==== Data for the task ====

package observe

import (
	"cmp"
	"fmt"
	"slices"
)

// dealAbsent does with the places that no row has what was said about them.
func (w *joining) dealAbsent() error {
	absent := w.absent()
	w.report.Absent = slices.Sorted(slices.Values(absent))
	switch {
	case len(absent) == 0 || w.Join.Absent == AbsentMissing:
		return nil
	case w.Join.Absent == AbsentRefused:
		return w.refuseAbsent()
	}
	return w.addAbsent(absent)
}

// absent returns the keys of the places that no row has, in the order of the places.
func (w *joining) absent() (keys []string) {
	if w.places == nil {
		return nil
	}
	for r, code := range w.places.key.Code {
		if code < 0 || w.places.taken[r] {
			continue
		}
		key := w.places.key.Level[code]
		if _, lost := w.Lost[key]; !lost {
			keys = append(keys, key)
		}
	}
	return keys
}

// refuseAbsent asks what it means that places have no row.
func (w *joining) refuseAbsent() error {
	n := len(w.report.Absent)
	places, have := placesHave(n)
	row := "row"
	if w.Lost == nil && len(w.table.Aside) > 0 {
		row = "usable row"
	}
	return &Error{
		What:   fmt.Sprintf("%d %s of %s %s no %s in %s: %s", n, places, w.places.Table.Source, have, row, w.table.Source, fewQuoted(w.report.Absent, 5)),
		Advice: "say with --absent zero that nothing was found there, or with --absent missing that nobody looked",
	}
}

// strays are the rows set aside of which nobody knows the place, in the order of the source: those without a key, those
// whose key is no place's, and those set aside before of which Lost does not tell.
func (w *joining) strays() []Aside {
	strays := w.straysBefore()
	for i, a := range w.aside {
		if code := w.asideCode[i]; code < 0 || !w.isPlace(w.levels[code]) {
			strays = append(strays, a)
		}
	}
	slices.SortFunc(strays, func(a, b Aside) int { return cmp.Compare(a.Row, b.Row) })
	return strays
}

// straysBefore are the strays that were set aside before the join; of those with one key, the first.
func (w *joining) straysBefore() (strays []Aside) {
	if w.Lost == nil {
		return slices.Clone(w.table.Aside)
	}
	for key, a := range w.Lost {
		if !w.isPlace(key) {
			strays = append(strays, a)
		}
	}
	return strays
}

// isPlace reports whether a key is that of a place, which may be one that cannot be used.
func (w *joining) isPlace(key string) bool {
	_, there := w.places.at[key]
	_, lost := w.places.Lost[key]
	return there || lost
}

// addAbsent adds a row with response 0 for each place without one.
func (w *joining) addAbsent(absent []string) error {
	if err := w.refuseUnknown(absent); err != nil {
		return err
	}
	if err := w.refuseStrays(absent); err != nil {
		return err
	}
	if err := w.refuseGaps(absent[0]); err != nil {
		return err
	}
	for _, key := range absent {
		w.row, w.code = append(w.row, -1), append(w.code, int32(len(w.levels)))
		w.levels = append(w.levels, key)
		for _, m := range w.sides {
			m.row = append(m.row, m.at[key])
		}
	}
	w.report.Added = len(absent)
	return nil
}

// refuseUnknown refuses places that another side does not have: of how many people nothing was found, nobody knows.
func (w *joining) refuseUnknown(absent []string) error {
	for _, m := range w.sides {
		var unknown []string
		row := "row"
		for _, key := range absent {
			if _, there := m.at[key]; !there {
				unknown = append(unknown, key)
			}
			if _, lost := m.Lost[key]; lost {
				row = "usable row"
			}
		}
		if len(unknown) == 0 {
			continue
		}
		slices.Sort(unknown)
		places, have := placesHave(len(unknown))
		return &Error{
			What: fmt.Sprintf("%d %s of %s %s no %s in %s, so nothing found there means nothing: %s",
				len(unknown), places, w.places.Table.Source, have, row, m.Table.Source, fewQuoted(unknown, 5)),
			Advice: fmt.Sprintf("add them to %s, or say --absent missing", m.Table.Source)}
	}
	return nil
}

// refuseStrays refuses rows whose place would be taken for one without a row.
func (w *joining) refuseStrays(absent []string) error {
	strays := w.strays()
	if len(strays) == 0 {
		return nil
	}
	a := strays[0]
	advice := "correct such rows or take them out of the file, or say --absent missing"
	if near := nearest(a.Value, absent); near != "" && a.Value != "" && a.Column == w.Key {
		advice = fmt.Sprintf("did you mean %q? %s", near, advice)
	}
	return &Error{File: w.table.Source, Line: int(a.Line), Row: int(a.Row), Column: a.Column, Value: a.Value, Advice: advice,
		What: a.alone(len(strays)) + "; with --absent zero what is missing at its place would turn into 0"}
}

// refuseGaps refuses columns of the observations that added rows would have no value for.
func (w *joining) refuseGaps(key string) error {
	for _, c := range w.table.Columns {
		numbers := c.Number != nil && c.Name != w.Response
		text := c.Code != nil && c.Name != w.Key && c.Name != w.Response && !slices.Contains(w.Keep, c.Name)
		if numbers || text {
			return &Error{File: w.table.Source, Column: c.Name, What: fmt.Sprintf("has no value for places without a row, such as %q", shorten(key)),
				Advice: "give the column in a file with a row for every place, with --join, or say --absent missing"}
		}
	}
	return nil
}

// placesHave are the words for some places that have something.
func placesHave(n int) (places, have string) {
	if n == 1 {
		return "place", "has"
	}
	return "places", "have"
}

====

◆ Exercise description: An exact transcription of the lines from the start of the listing through the line bearing "of the places." is the whole answer.

◆ Reply to the exercise:
package observe

import (
	"cmp"
	"fmt"
	"slices"
)

// dealAbsent does with the places that no row has what was said about them.
func (w *joining) dealAbsent() error {
	absent := w.absent()
	w.report.Absent = slices.Sorted(slices.Values(absent))
	switch {
	case len(absent) == 0 || w.Join.Absent == AbsentMissing:
		return nil
	case w.Join.Absent == AbsentRefused:
		return w.refuseAbsent()
	}
	return w.addAbsent(absent)
}

// absent returns the keys of the places that no row has, in the order of the places.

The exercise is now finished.